Test is for (FGFR3 Exon 7) for Muenke Syndrome ONLY. If "FGFR3" is ordered, physician MUST specify if they want achondroplasia, hypochondroplasia, or Muenke Syndrome.

Clinical System Name

Muenke Syndrome DNA evalutaion (FGFR3 Exon 7 P250R variant only)

Sample Requirements

Specimen: Whole Blood

Container(s): Lavender/EDTA Tube

Preferred Vol: 5ml

Minimum Vol:  3ml


Specimen: DNA

Container(s): Sterile plastic tube

Preferred Vol:

Minimum Vol:  10 µg (at a concentration of at least 50 ng/µl)
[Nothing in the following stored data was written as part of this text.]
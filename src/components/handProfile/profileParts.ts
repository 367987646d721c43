import type { AlertPage } from '@shared/alerts.ts'
import type { AnswerRequestPage } from '@shared/answerRequests.ts'
import { conclusionStateLabels, type ConclusionView } from '@shared/conclusions.ts'
import type { HandProfileView } from '@shared/handProfile.ts'
import type { HistoryView } from '@shared/histories.ts'

/** '3', or '3, 1 in draft': how many there are and what is still open. */
export function countWords(all: readonly { lockedAt: string | null; replacedById: string | null }[]): string {
  const holding = all.filter(({ replacedById }) => replacedById === null)
  if (holding.length === 0) return 'none'
  const drafts = holding.filter(({ lockedAt }) => lockedAt === null).length
  return drafts === 0 ? String(holding.length) : `${holding.length}, ${drafts} in draft`
}

/** The conclusion to go to: the one being written, else the one that holds; null when there is none. */
export const currentConclusion = (conclusions: readonly ConclusionView[]): ConclusionView | null =>
  conclusions.find(({ state }) => state === 'draft') ??
  conclusions.find(({ replacedById }) => replacedById === null) ??
  null

/** How many still wait for an answer, of all that were asked. */
function askedWords({ total, waiting }: AnswerRequestPage): string {
  if (total === 0) return 'nobody'
  return waiting === 0 ? 'all back or ended' : `${waiting} waiting`
}

function signWords({ total, open }: AlertPage): string {
  if (open > 0) return `${open} open`
  return total === 0 ? 'none' : 'none open'
}

function concludedWords(conclusions: readonly ConclusionView[]): string {
  const current = currentConclusion(conclusions)
  return current === null ? 'none' : conclusionStateLabels[current.state].toLowerCase()
}

export interface ProfilePart {
  id: string
  label: string
  /** Null until it is known. */
  state: string | null
}

/** The contents of the page with the state of each part; a part that did not load yet has none. */
export const profileContents = (read: {
  profile: HandProfileView | undefined
  histories: HistoryView[] | undefined
  requests: AnswerRequestPage | undefined
  alerts: AlertPage | undefined
  conclusions: ConclusionView[] | undefined
}): ProfilePart[] => [
  {
    id: 'questionnaires',
    label: 'Questionnaires',
    state: read.profile ? countWords(read.profile.questionnaires) : null,
  },
  { id: 'measures', label: 'Measures', state: read.profile ? countWords(read.profile.measures) : null },
  { id: 'history', label: 'History', state: read.histories ? countWords(read.histories) : null },
  { id: 'asked', label: 'Asked', state: read.requests ? askedWords(read.requests) : null },
  { id: 'signs', label: 'Warning signs', state: read.alerts ? signWords(read.alerts) : null },
  {
    id: 'conclusion',
    label: 'Conclusion',
    state: read.conclusions ? concludedWords(read.conclusions) : null,
  },
]
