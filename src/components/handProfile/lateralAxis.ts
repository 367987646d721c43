import {
  tracksOf,
  type LateralAspect,
  type LateralDetails,
  type LateralLineRow,
  type LateralTrack,
} from '@shared/lateralLine.ts'

export type Side = 'left' | 'right' | 'neither'

/** A row of the line; where it opens down, with what it opens to. */
export type OpeningRow = LateralLineRow & { opens?: LateralDetails }

/** Where a value of −100 … +100 sits along the axis, as a percentage of its width (0 left, 100 right). */
export const axisPosition = (value: number): number =>
  Math.round(((Math.min(100, Math.max(-100, value)) + 100) / 2) * 100) / 100

/** How wide a band from one value to another is, as a percentage of the axis. */
export const axisWidth = (low: number, high: number): number =>
  Math.round((axisPosition(high) - axisPosition(low)) * 100) / 100

/** Which way the half-petal points: by sign only, so the mark never hides a value between the cut-offs. */
export const sideOf = (value: number): Side => (value < 0 ? 'left' : value > 0 ? 'right' : 'neither')

export interface LateralGroup {
  label: string
  tracks: LateralTrack<OpeningRow>[]
}

const groupsInOrder: { label: string; aspects: readonly LateralAspect[] }[] = [
  { label: 'Which hand is chosen', aspects: ['preference', 'reaching'] },
  { label: 'How well each hand does', aspects: ['skill'] },
  { label: 'Foot, eye and ear', aspects: ['foot', 'eye_far', 'eye_near', 'ear'] },
]

/** Preference, skill and the other sides, always apart and in this order; empty groups are left out. */
export const lateralGroups = (rows: readonly OpeningRow[]): LateralGroup[] => {
  const tracks = tracksOf(rows)
  return groupsInOrder
    .map(({ label, aspects }) => ({
      label,
      tracks: aspects.flatMap((aspect) => tracks.filter((track) => track.aspect === aspect)),
    }))
    .filter((group) => group.tracks.length > 0)
}

/** Where the words "within chance" stand: in the half of the band that the mark leaves free. */
export const chanceWordsAt = (chance: { low: number; high: number }, value: number | null): number =>
  axisPosition(
    value === null || value < chance.low || value > chance.high
      ? (chance.low + chance.high) / 2
      : (value <= 0 ? chance.high : chance.low) / 2,
  )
Saliva: only samples collected in Oragene DNA Self-Collection Kit or Oragene Saliva Collection Kit for Young Children are accepted


Processing Instructions

Reject due to: Serum, Frozen samples, Hemolyzed samples or Clotted samples

Spin: N

Aliquot: N

Temp: 2-6 C

Storage location:Process sample immediately.  Do not spin. Affix large Cerner labels to tubes and place in refrigerator send-outs rack.  Samples may be refrigerated if shipment is delayed. Store extra labels in the clean plastic box attached to CPS refrigerator.  Alert Send-outs team.



Off-site collection:


Specimen Type Temperature Time
Whole Blood Room temp <7 days
  Refrigerated 2 wks
  Frozen N



STAT Performed TAT
N   1 - 2  wks


Performing Laboratory

Connective Tissue Gene Tests (CTGT)


Connective Tissue Gene Tests
6575 Snowdrift Road, Suite 106
Allentown, PA 18106 USA

Phone: (484) 244-2900

Reference Range

Interpretive report provided.


Method: Detection of a P250R (c.749C>G) mutation by sanger sequencing.

Analytical Volume:


Clinical Utility

Muenke syndrome (MNKES; MIM 602849) is caused by a specific FGFR3 mutation, Pro250Arg.  The phenotypic presentation in Muenke syndrome is variable and patients may be misdiagnosed with another craniosynostosis syndrome.  Clinical findings include unicoronal or bicoronal craniosynostosis, midface hypoplasia, downslanting palpebral fissures and ptosis. Unicoronal synostosis is more frequent in males.  Bone abnormalities of the hands and feet may occur. Some carriers of the FGFR3 mutation do not have craniosynostosis, but may only have macrocephaly or even normal sized heads. Sensorineural hearing loss is seen in about one-third of the patients. Mild mental retardation can occur. Intrafamilial variation is great. The mutation rate is similar to that observed with achondroplasia, and the prevelance is estimated to be 1:30,000. Penetrance is incomplete.

Send Out Instructions


Reference Test Name: Muenke Syndrome (MNKES)
Reference Test Number: 1098

Ship all specimen types at room temperature by overnight courier. Do not freeze.


Please do NOT send specimens for weekend or U.S. holiday delivery.  CTGT accepts shipments only on regular business days.